Rupee seen appreciating vs dollar in H1 FY27 as risks ease: Elara Securities
Synopsis
Key Takeaways
The Indian rupee is likely to appreciate against the US dollar in the first half of FY27, supported by easing Middle East tensions and a clutch of policy measures by the Reserve Bank of India (RBI) and the government, according to a report by Elara Securities released on Monday, 22 June. The brokerage projects the rupee oscillating within a 93–95 range as current account pressures moderate and capital flows improve.
Key Drivers Behind the Rupee's Expected Strength
Elara Securities credited FX market stabilisation measures, tax relaxations on government bonds, and targeted incentives to attract debt-linked foreign exchange inflows for easing near-term stress on the currency. The landmark Income-Tax Ordinance of 5 June 2026 — which made India's G-Sec investments tax-free for Foreign Portfolio Investors (FPIs) — has, according to the report, triggered a resumption of meaningful flows into the Indian debt market while also moderating yields.

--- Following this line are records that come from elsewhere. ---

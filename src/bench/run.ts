/**
 * Plan engine benchmark (`npm run bench`).
 *
 * 1. Median time of a full `checkPlan` (map and place included) of the
 *    seeded demo mission's plan, `demoPlan()` in
 *    `db/seed/mission-demo-plan.ts` (4 chains, 12 channels; the speed
 *    target is a median under 2 ms), with the CPU time, the best batch and
 *    the load average beside it (the machine may be shared and loaded).
 *    Extra lines: the clean example `docs/examples/clean.plan.json` and a
 *    4-chain, 16-channel plan (four renamed copies of example 2).
 *    And the demo plan with ±1 K of resonator temperature on every chain
 *    (an FSR shift of −6.28 MHz/K): a nonzero operating envelope in both
 *    directions (target also under 2 ms).
 * 2. For a generated 64-channel chain (spurMaxOrder 7, a 300 GHz reach,
 *    a sampled IF so that folding and aliasing are exercised): the
 *    feasibility map computed exactly, and by a 1 MHz grid that evaluates
 *    the L-dependent error codes at every grid point with the lean
 *    per-offset evaluation; their times, the ratio, and whether they agree
 *    at every grid point. Once with ±5 MHz of drift, once over the
 *    envelope D = 10 MHz, Te = 1 K (target ≥ 100× either way).
 *
 * All data here is invented demo data.
 */
import { existsSync, readFileSync } from "node:fs";
import { cpus, loadavg } from "node:os";
import { fileURLToPath } from "node:url";
import { demoPlan } from "@db/seed/mission-demo-plan";
import { type Plan, parsePlan } from "@/schemas/plan";
import { checkPlan, feasibilityMap, mapDiagnostics, placeLo } from "@/lib/plan";
import { type GeneratedEnvelope, generatedChainPlan } from "./generated-chain";

const root = fileURLToPath(new URL("../../", import.meta.url));

function median(xs: number[]): number {
  const s = [...xs].sort((a, b) => a - b);
  const m = s.length >> 1;
  return s.length % 2 ? (s[m] as number) : ((s[m - 1] as number) + (s[m] as number)) / 2;
}

function mustParse(input: unknown, what: string): Plan {
  const r = parsePlan(input);
  if (!r.ok)
    throw new Error(`${what} is not a valid plan: ${r.issues.map((i) => `${i.path}: ${i.message}`).join("; ")}`);
  return r.plan;
}

/**
 * Time `fn` `runs` times after `warm` warm-up calls; returns the median wall
 * time and the median CPU time of this process in ms (the CPU figure is the
 * one to trust on a shared, loaded machine).
 */
function timeMedians(fn: () => unknown, runs: number, warm: number): { wall: number; cpu: number } {
  for (let i = 0; i < warm; i++) fn();
  const wall: number[] = [];
  const cpu: number[] = [];
  for (let i = 0; i < runs; i++) {
    const c = process.cpuUsage();
    const a = performance.now();
    fn();
    wall.push(performance.now() - a);
    const d = process.cpuUsage(c);
    cpu.push((d.user + d.system) / 1000);
  }
  return { wall: median(wall), cpu: median(cpu) };
}

/** Median, best batch and load: honest figures on a shared, loaded machine. */
function report(label: string, fn: () => unknown, runs: number, warm: number): void {
  const t = timeMedians(fn, runs, warm);
  // best-of-batches: the fastest mean over batches of 20 calls (the least disturbed figure)
  let best = Number.POSITIVE_INFINITY;
  for (let b = 0; b < 10; b++) {
    const a = performance.now();
    for (let i = 0; i < 20; i++) fn();
    best = Math.min(best, (performance.now() - a) / 20);
  }
  const load = loadavg()
    .map((x) => x.toFixed(2))
    .join(" ");
  console.log(label);
  console.log(
    `  median ${t.wall.toFixed(3)} ms wall, ${t.cpu.toFixed(3)} ms CPU over ${runs} runs; best batch of 20: ${best.toFixed(3)} ms per call; ` +
      `load average ${load} on ${cpus().length} cores (target: median < 2 ms) ${t.wall < 2 ? "PASS" : "MISS"}`,
  );
}

function demoSection(): void {
  const plan = mustParse(demoPlan(), "demo plan");
  report(
    `full checkPlan of the demo plan, demoPlan() in db/seed/mission-demo-plan.ts (${plan.chains.length} chains, ${plan.channels.length} channels; its envelope: ±20–100 MHz of LO drift and the chains' temperature excursions):`,
    () => checkPlan(plan),
    400,
    100,
  );
  // the same plan as a version 2 document with a resonator temperature envelope on every chain
  const warm = demoPlan();
  warm.format = "heterolane.plan/2";
  for (const r of warm.resonators) r.fsrShiftMHzPerK = -6.28;
  for (const c of warm.chains) c.temperatureExcursionK = 1;
  const warmPlan = mustParse(warm, "demo plan with a temperature envelope");
  report(
    "full checkPlan of the demo plan with ±1 K of resonator temperature at −6.28 MHz/K on every chain (the LO drift as above):",
    () => checkPlan(warmPlan),
    400,
    100,
  );
}

function fullCheckSection(): void {
  const file = `${root}docs/examples/clean.plan.json`;
  if (!existsSync(file)) {
    console.log("docs/examples/clean.plan.json: missing, skipped");
    return;
  }
  const plan = mustParse(JSON.parse(readFileSync(file, "utf8")), file);
  report(
    `full checkPlan of ${file.slice(root.length)} (${plan.chains.length} chains, ${plan.channels.length} channels):`,
    () => checkPlan(plan),
    400,
    100,
  );
}

/** Four renamed copies of worked example 2 (sampled IF, four channels each): 4 chains, 16 channels. */
function fourChainPlan(): unknown {
  const ex2 = JSON.parse(readFileSync(`${root}tests/fixtures/plans/ex2-lower-sideband-sampled.plan.json`, "utf8"));
  const out = {
    ...ex2,
    name: "Demo data: four copies of worked example 2",
    lasers: [],
    resonators: [],
    detectors: [],
    chains: [],
    channels: [],
  };
  for (let k = 1; k <= 4; k++) {
    const tag = (id: string) => `${id}-${k}`;
    out.lasers.push(...ex2.lasers.map((x: { id: string }) => ({ ...x, id: tag(x.id) })));
    out.resonators.push(...ex2.resonators.map((x: { id: string }) => ({ ...x, id: tag(x.id) })));
    out.detectors.push(...ex2.detectors.map((x: { id: string }) => ({ ...x, id: tag(x.id) })));
    out.chains.push(
      ...ex2.chains.map((x: { id: string; laser: string; resonator: string; detector: string }) => ({
        ...x,
        id: tag(x.id),
        laser: tag(x.laser),
        resonator: tag(x.resonator),
        detector: tag(x.detector),
      })),
    );
    out.channels.push(
      ...ex2.channels.map((x: { id: string; chain: string }) => ({ ...x, id: tag(x.id), chain: tag(x.chain) })),
    );
  }
  return out;
}

function fourChainSection(): void {
  const plan = mustParse(fourChainPlan(), "four-chain plan");
  report(
    `full checkPlan of four copies of worked example 2 (${plan.chains.length} chains, ${plan.channels.length} channels, sampled IF):`,
    () => checkPlan(plan),
    200,
    50,
  );
}

function mapSection(envelope?: GeneratedEnvelope): void {
  const plan = mustParse(generatedChainPlan(envelope), "generated chain");
  const diag = mapDiagnostics(plan, "G");
  const exact = timeMedians(() => feasibilityMap(plan, "G"), 15, 3);
  const exactMs = exact.wall;
  const map = feasibilityMap(plan, "G");
  const { pieces, codesOf } = diag;

  // 1 MHz grid over the reach, lean per-offset evaluation at every point
  const [r0, r1] = diag.reachGHz[0] as [number, number];
  const n = Math.round((r1 - r0) * 1000);
  const evalAt = diag.maskAt;
  const gridMask = new Uint8Array(n + 1);
  const c0 = process.cpuUsage();
  const t0 = performance.now();
  for (let i = 0; i <= n; i++) gridMask[i] = evalAt(r0 + i / 1000);
  const gridMs = performance.now() - t0;
  const c1 = process.cpuUsage(c0);
  const gridCpuMs = (c1.user + c1.system) / 1000;

  // agreement: walk the pieces alongside the grid
  let agreeInterior = 0;
  let disagreeInterior = 0;
  let onEdge = 0;
  let onEdgeOutside = 0;
  const examples: string[] = [];
  let p = 0;
  for (let i = 0; i <= n; i++) {
    const L = r0 + i / 1000;
    while (p + 1 < pieces.length && (pieces[p] as { hi: number }).hi < L) p++;
    const piece = pieces[p]!;
    const g = gridMask[i] as number;
    const nearLo = L - piece.lo < 1e-6 && p > 0;
    const nearHi = piece.hi - L < 1e-6 && p + 1 < pieces.length;
    if (nearLo || nearHi) {
      // a grid point on a map edge: the code set there is decided by the tie rule and must
      // lie between the intersection and the union of the two neighbouring pieces' sets
      onEdge++;
      const other = pieces[nearLo ? p - 1 : p + 1]!;
      const inter = piece.mask & other.mask;
      const union = piece.mask | other.mask;
      if ((g & inter) !== inter || (g & ~union) !== 0) {
        onEdgeOutside++;
        if (examples.length < 5)
          examples.push(`L=${L.toFixed(6)} grid ${codesOf(g)} vs ${codesOf(piece.mask)} | ${codesOf(other.mask)}`);
      }
    } else if (g === piece.mask) agreeInterior++;
    else {
      disagreeInterior++;
      if (examples.length < 5) examples.push(`L=${L.toFixed(6)} grid ${codesOf(g)} vs map ${codesOf(piece.mask)}`);
    }
  }

  const feasibleGHz = map.feasibleGHz.reduce((s, iv) => s + iv[1] - iv[0], 0);
  const laser = plan.lasers[0]!;
  const env = `D = ${laser.driftMHz} MHz, Te = ${plan.chains[0]!.temperatureExcursionK} K, FSR shift ${plan.resonators[0]!.fsrShiftMHzPerK} MHz/K`;
  console.log(
    `generated chain: ${diag.channelCount} channels, spurMaxOrder ${plan.settings.spurMaxOrder}, reach [${r0}, ${r1}] GHz, fs ${diag.sampleRateGHz ?? "none"} GHz; ${env}`,
  );
  const place = placeLo(plan, "G", map.feasibleGHz);
  console.log(
    `  exact map: median ${exactMs.toFixed(2)} ms wall, ${exact.cpu.toFixed(2)} ms CPU over 15 runs; ${map.feasibleGHz.length} feasible intervals (${feasibleGHz.toFixed(3)} GHz), ${map.excludedGHz.length} excluded intervals; place ${place.placeGHz ?? place.placeReason} GHz`,
  );
  console.log(`  feasible: ${map.feasibleGHz.map((iv) => `[${iv[0].toFixed(4)}, ${iv[1].toFixed(4)}]`).join(" ")}`);
  console.log(
    `  1 MHz grid: ${n + 1} points in ${(gridMs / 1000).toFixed(2)} s wall, ${(gridCpuMs / 1000).toFixed(2)} s CPU (${((gridMs / (n + 1)) * 1000).toFixed(2)} µs per point)`,
  );
  console.log(
    `  ratio grid/exact: ${(gridMs / exactMs).toFixed(0)}× wall, ${(gridCpuMs / exact.cpu).toFixed(0)}× CPU (target ≥ 100×) ${gridMs / exactMs >= 100 ? "PASS" : "MISS"}`,
  );
  console.log(
    `  agreement: ${agreeInterior} of ${agreeInterior + disagreeInterior} grid points off the map's edges identical; ` +
      `${onEdge} grid points lie on a map edge (within 1 kHz), ${onEdge - onEdgeOutside} of them between the neighbouring sets`,
  );
  const identical = disagreeInterior === 0 && onEdgeOutside === 0;
  console.log(`  identical answers at every grid point: ${identical ? "YES" : "NO"}`);
  for (const e of examples) console.log(`    ${e}`);
}

demoSection();
fullCheckSection();
fourChainSection();
mapSection();
// the speed case of the operating envelope (issue 11): D = 10 MHz, Te = 1 K
mapSection({ driftMHz: 10, temperatureExcursionK: 1, fsrShiftMHzPerK: -6.28 });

Notably, FPI inflows into India's debt via the Fully Accessible Route (FAR) surged to $1.7 billion in just 10 trading days following the RBI policy announcement, compared with a mere $229 million in the 10 trading days prior. This sharp acceleration underscores the policy's immediate market impact.
Bloomberg Bond Index Inclusion Could Add Billions
The report flagged a potentially transformative development: the possible inclusion of India in the Global Bloomberg Bond Index. If materialised, combined debt inflows — including the post-ordinance FPI surge — could total $80–85 billion, providing a substantial cushion for the rupee and the broader balance of payments position through FY27.
US Rate Hike Cycle Poses a Key Risk
Despite the near-term optimism, Elara Securities cautioned that a renewed US Federal Reserve rate hike cycle could cap the rupee's appreciation. The firm forecasts three rate hikes of 25 basis points each from the Fed — in September 2026, December 2026, and January 2027 — with a cumulative 50 basis-point hike expected in H2 FY27. Such tightening could reinvigorate stress on emerging market currencies, including the rupee, limiting how much ground it can gain.
This comes amid a continued global concentration of AI-related capital flows into the United States, which is drawing risk appetite away from emerging markets. The report described the outlook for FPI equity inflows into India as 'sombre' under this scenario.
FY28 Outlook: Structural Concerns Remain
Even as current account funding risks for FY27 appear to be dissipating, the report raised concerns about the durability of foreign capital flows in FY28. A globally shrinking FDI pie, tightening US monetary policy, and likely soft FPI equity flows into India present headwinds beyond the near-term window of relative stability.
The trajectory of the rupee in the second half of FY27 and into FY28 will hinge critically on how aggressively the Fed tightens and whether India can sustain its appeal as a debt market destination amid rising global yields.